My name is Jake Morabito, and I serve as Senior Director of the Communications and Technology Task Force—as well as the Energy, Environment, and Agriculture Task Force—at the American Legislative Exchange Council. Thank you for the opportunity to speak before your committee today to share more about ALEC’s nonpartisan research and analysis, as well as the efforts of our members across all 50 states on digital assets, blockchain, and cryptocurrency policy. I hope you find this testimony valuable as Kansas considers its own approach in this area.

Members of ALEC’s Communications and Technology Task Force include legislative leaders and policy experts who believe in the proven light-touch regulatory approach that solidified the United States as the clear global leader in emerging technology. ALEC legislators lead the charge with pragmatic policies that grow the digital economy, increase economic opportunity for all, and ensure the next wave of tech innovation happens here on American shores—not overseas in Europe, Asia, or elsewhere.

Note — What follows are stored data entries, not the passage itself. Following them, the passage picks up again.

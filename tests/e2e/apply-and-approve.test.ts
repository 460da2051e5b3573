import { randomBytes } from 'node:crypto'
import fs from 'node:fs'
import { afterAll, beforeAll, describe, expect, it } from 'vitest'
import type { Browser } from 'playwright-core'
import { DEMO } from '@tests/factories/api-client'
import { certificatePdf } from '@tests/factories/applications'
import { linkIn, waitForMail } from '@tests/factories/mail'
import { axeViolations, baseUrl, launch, newPage, screenshot, signIn } from './browser'

// The first answers after a fresh start can take a few seconds on a busy machine.
const poll = <T>(fn: () => T | Promise<T>) => expect.poll(fn, { timeout: 15_000, interval: 100 })

let browser: Browser
beforeAll(async () => {
  browser = await launch()
})
afterAll(async () => {
  await browser?.close()
})

// An invented shop of our own, unique per run so other flows' data stays as it is.
const tag = randomBytes(3).toString('hex')
const shop = {
  tradingName: `Fernhollow Provisions ${tag}`,
  legalName: `Fernhollow Provisions ${tag} LLC`,
  contactName: 'Odile Marchetti',
  contactEmail: `odile.${tag}@fernhollow.test`,
  phone: '(555) 017-2468',
}

describe('a shop applies and the owner opens its account', () => {
  it('a visitor applies from the sign-in page with a PDF certificate', async () => {
    const { page, context } = await newPage(browser)
    await page.goto('/sign-in')
    await page.getByRole('link', { name: 'Apply for a wholesale account' }).click()
    await page.waitForURL(/\/apply$/)
    await poll(() =>
      page.getByRole('heading', { level: 1, name: 'Apply for a wholesale account' }).isVisible(),
    ).toBe(true)
    expect(await axeViolations(page)).toEqual([])

    // Sending it empty shows what each field needs, without a request.
    await page.getByRole('button', { name: 'Send application' }).click()
    await poll(() => page.getByText('Enter the shop name.').isVisible()).toBe(true)
    expect(await page.getByText('Attach the resale certificate (PDF, JPEG or PNG).').isVisible()).toBe(true)
    expect(await page.getByText('Choose the kind of store.').isVisible()).toBe(true)
    await screenshot(page, 'apply-errors')

    await page.getByLabel('Shop name').fill(shop.tradingName)
    await page.getByLabel('Legal business name').fill(shop.legalName)
    await page.getByLabel('Kind of store').selectOption('Bath and body shop')
    await page.getByLabel('Website').fill('fernhollow.test')
    await page.getByLabel('Contact name').fill(shop.contactName)
    await page.getByLabel('Contact e-mail').fill(shop.contactEmail)
    await page.getByLabel('Contact phone').fill(shop.phone)
    await page.getByLabel('Street address').fill('7 Millrace Road')
    await page.getByLabel('City').fill('Larchmere')
    await page.getByLabel('State or region').fill('VT')
    await page.getByLabel('Postal code').fill('05601')
    await page.getByLabel('Resale or tax number').fill(`VT-S3-${tag}`)
    await page.getByLabel('Certificate file').setInputFiles({
      name: 'fernhollow-resale-certificate.pdf',
      mimeType: 'application/pdf',
      buffer: certificatePdf(),
    })
    await screenshot(page, 'apply-filled')
    await page.getByRole('button', { name: 'Send application' }).click()
    await poll(() => page.getByRole('heading', { name: 'Thank you for applying' }).isVisible()).toBe(true)
    expect(await page.getByText(shop.contactEmail).isVisible()).toBe(true)
    await screenshot(page, 'apply-thank-you')

    const received = await waitForMail(shop.contactEmail, /We received your application/)
    expect(received.text).toContain(shop.tradingName)
    await context.close()
  })

  it('the form fits a 360 px phone and says what a refused file is', async () => {
    const { page, context } = await newPage(browser, { width: 360, height: 740 })
    await page.goto('/apply')
    await page.getByLabel('Certificate file').setInputFiles({
      name: 'cert.pdf',
      mimeType: 'application/pdf',
      buffer: Buffer.from('not a pdf at all'),
    })
    await page.getByLabel('Shop name').fill(`Not Sent ${tag}`)
    await page.getByLabel('Legal business name').fill(`Not Sent ${tag} LLC`)
    await page.getByLabel('Kind of store').selectOption('Gift shop')
    await page.getByLabel('Contact name').fill('Nobody Here')
    await page.getByLabel('Contact e-mail').fill(`nobody.${tag}@fernhollow.test`)
    await page.getByLabel('Contact phone').fill('(555) 017-0000')
    await page.getByLabel('Street address').fill('1 Nowhere Lane')
    await page.getByLabel('City').fill('Larchmere')
    await page.getByLabel('State or region').fill('VT')
    await page.getByLabel('Postal code').fill('05601')
    await page.getByLabel('Resale or tax number').fill('VT-0')
    await page.getByRole('button', { name: 'Send application' }).click()
    // The server sniffs the bytes: a text file named .pdf is refused beside its field.
    await poll(() => page.getByText('The certificate must be a PDF, JPEG or PNG file.').isVisible()).toBe(
      true,
    )
    const overflow = await page.evaluate(
      () => document.documentElement.scrollWidth - document.documentElement.clientWidth,
    )
    expect(overflow).toBeLessThanOrEqual(0)
    await screenshot(page, 'apply-phone-refused-file')
    await context.close()
  })

  it('the owner approves it on Preferred, net 30; the buyer sets a password from the e-mail and sees the account', async () => {
    const { page, context } = await newPage(browser)
    await signIn(page, 'owner')
    await page.getByRole('link', { name: 'Shop accounts', exact: true }).click()
    await page.waitForURL(/\/studio\/accounts$/)
    await poll(() => page.getByText(/waiting for review/).isVisible()).toBe(true)
    await page.getByRole('button', { name: 'Review applications' }).click()
    await page.waitForURL(/status=applied/)
    await poll(() => page.getByRole('tab', { name: /Applications/, selected: true }).isVisible()).toBe(true)
    await page.waitForLoadState('networkidle')
    expect(await axeViolations(page)).toEqual([])
    await screenshot(page, 'owner-accounts-applications')

    await page.getByRole('link', { name: new RegExp(shop.tradingName) }).click()
    await page.waitForURL(/\/studio\/accounts\/\d+$/)
    await poll(() => page.getByRole('heading', { level: 1, name: shop.tradingName }).isVisible()).toBe(true)
    const download = page.waitForEvent('download')
    await page.getByRole('link', { name: 'Download certificate' }).click()
    const file = await download
    expect(file.suggestedFilename()).toBe('fernhollow-resale-certificate.pdf')
    expect(
      fs
        .readFileSync((await file.path())!)
        .subarray(0, 5)
        .toString(),
    ).toBe('%PDF-')
    await page.waitForLoadState('networkidle')
    expect(await axeViolations(page)).toEqual([])
    await screenshot(page, 'owner-account-application')

    await page.getByRole('button', { name: 'Approve', exact: true }).click()
    const dialog = page.getByRole('dialog', { name: `Approve ${shop.tradingName}` })
    await poll(() => dialog.isVisible()).toBe(true)
    await poll(async () => (await dialog.getByLabel('Price tier').locator('option').count()) > 1).toBe(true)
    await dialog.getByLabel('Price tier').selectOption({ label: 'Preferred' })
    await dialog.getByLabel('Payment terms').selectOption({ label: 'Net 30' })
    await dialog.getByLabel('Certificate valid until').fill('2028-06-30')
    expect(await dialog.getByLabel('Buyer e-mail').inputValue()).toBe(shop.contactEmail)
    await screenshot(page, 'owner-approve-dialog')
    await dialog.getByRole('button', { name: 'Approve and invite' }).click()
    await poll(() => dialog.isVisible()).toBe(false)
    await poll(() => page.getByRole('button', { name: 'Put on hold' }).isVisible()).toBe(true)
    expect(await page.getByText('Net 30').first().isVisible()).toBe(true)
    expect(await page.getByText('Preferred').first().isVisible()).toBe(true)
    expect(await page.getByText(shop.contactEmail).first().isVisible()).toBe(true)
    await screenshot(page, 'owner-account-approved')
    await context.close()

    const mail = await waitForMail(shop.contactEmail, /You are invited/)
    const link = linkIn(mail, `${baseUrl()}/set-password?token=`)
    const buyer = await newPage(browser)
    await buyer.page.goto(link)
    await buyer.page.getByLabel('New password').fill('fernhollow-first-2026')
    await buyer.page.getByLabel('Type it again').fill('fernhollow-first-2026')
    await buyer.page.getByRole('button', { name: 'Save password' }).click()
    await buyer.page.waitForURL(/\/sign-in$/)
    await buyer.page.getByLabel('E-mail').fill(shop.contactEmail)
    await buyer.page.getByLabel('Password').fill('fernhollow-first-2026')
    await buyer.page.getByRole('button', { name: 'Sign in' }).click()
    await buyer.page.waitForURL(/\/shop$/)
    await poll(() => buyer.page.getByRole('heading', { level: 1, name: shop.tradingName }).isVisible()).toBe(
      true,
    )
    expect(await buyer.page.getByText('Net 30').isVisible()).toBe(true)
    expect(await buyer.page.getByText('Preferred').isVisible()).toBe(true)
    expect(await buyer.page.getByText(/Valid until Jun 30, 2028/).isVisible()).toBe(true)
    await buyer.page.waitForLoadState('networkidle')
    expect(await axeViolations(buyer.page)).toEqual([])
    await screenshot(buyer.page, 'buyer-new-account')

    // The buyer sends a renewed certificate from their account page.
    await buyer.page.getByRole('button', { name: 'Upload a renewed certificate' }).click()
    const renew = buyer.page.getByRole('dialog', { name: 'Upload a renewed certificate' })
    await renew.getByLabel('Certificate file').setInputFiles({
      name: 'renewed-2029.pdf',
      mimeType: 'application/pdf',
      buffer: certificatePdf('% renewed\n'),
    })
    await renew.getByLabel('Valid until').fill('2029-06-30')
    await renew.getByRole('button', { name: 'Upload', exact: true }).click()
    await poll(() => renew.isVisible()).toBe(false)
    await poll(() => buyer.page.getByText('Valid until Jun 30, 2029.').isVisible()).toBe(true)
    expect(await buyer.page.getByText('renewed-2029.pdf').isVisible()).toBe(true)
    await waitForMail(DEMO.owner.email, new RegExp(`Renewed resale certificate from ${shop.tradingName}`))
    await screenshot(buyer.page, 'buyer-renewed-certificate')
    await buyer.context.close()
  })

  it('the owner edits the terms, puts the account on hold and reactivates it', async () => {
    const { page, context } = await newPage(browser)
    await signIn(page, 'owner')
    await page.waitForLoadState('networkidle')
    await screenshot(page, 'owner-home-with-accounts')
    await page.goto('/studio/accounts?status=active')
    await page.getByRole('link', { name: new RegExp(shop.tradingName) }).click()
    await poll(() => page.getByRole('heading', { level: 1, name: shop.tradingName }).isVisible()).toBe(true)

    await page.getByRole('button', { name: 'Edit account' }).click()
    const edit = page.getByRole('dialog', { name: `Edit ${shop.tradingName}` })
    await poll(() => edit.isVisible()).toBe(true)
    await edit.getByLabel('Payment terms').selectOption({ label: 'Net 15' })
    await edit.getByLabel('Notes').fill('Prefers deliveries on Tuesdays.')
    await edit.getByLabel('Contact phone').fill('12')
    await edit.getByRole('button', { name: 'Save changes' }).click()
    await poll(() => edit.getByText('Enter a phone number with at least 7 digits.').isVisible()).toBe(true)
    await edit.getByLabel('Contact phone').fill(shop.phone)
    await screenshot(page, 'owner-edit-account')
    await edit.getByRole('button', { name: 'Save changes' }).click()
    await poll(() => edit.isVisible()).toBe(false)
    await poll(() => page.getByText('Prefers deliveries on Tuesdays.').isVisible()).toBe(true)
    expect(await page.locator('dd', { hasText: 'Net 15' }).isVisible()).toBe(true)

    await page.getByRole('button', { name: 'Put on hold' }).click()
    const confirm = page.getByRole('dialog', { name: `Put ${shop.tradingName} on hold?` })
    await confirm.getByRole('button', { name: 'Put on hold' }).click()
    await poll(() => page.getByText(/This account is on hold/).isVisible()).toBe(true)
    await screenshot(page, 'owner-account-on-hold')
    await page.getByRole('button', { name: 'Reactivate' }).click()
    await page
      .getByRole('dialog', { name: `Reactivate ${shop.tradingName}?` })
      .getByRole('button', { name: 'Reactivate' })
      .click()
    await poll(() => page.getByRole('button', { name: 'Put on hold' }).isVisible()).toBe(true)
    await context.close()
  })
})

ALEC members have played a critical role in shaping the governance of emerging technology and telecommunications policy, and the same has held true for digital assets, as states increasingly consider how to separate signal from the noise in the cryptocurrency community. In recent years, inaction at the federal level in Congress, combined with a ping-pong of federal rulemaking depending on the Administration, has made it difficult for innovators and businesses to confidently adopt these tools. While President Trump and the current leadership at agencies such as the Securities and Exchange Commission may have a more optimistic stance about the role of Bitcoin and digital assets in our nation’s financial ecosystem, there is no guarantee that a subsequent Administration will not upend the table once again and enact a regime of burdensome regulation.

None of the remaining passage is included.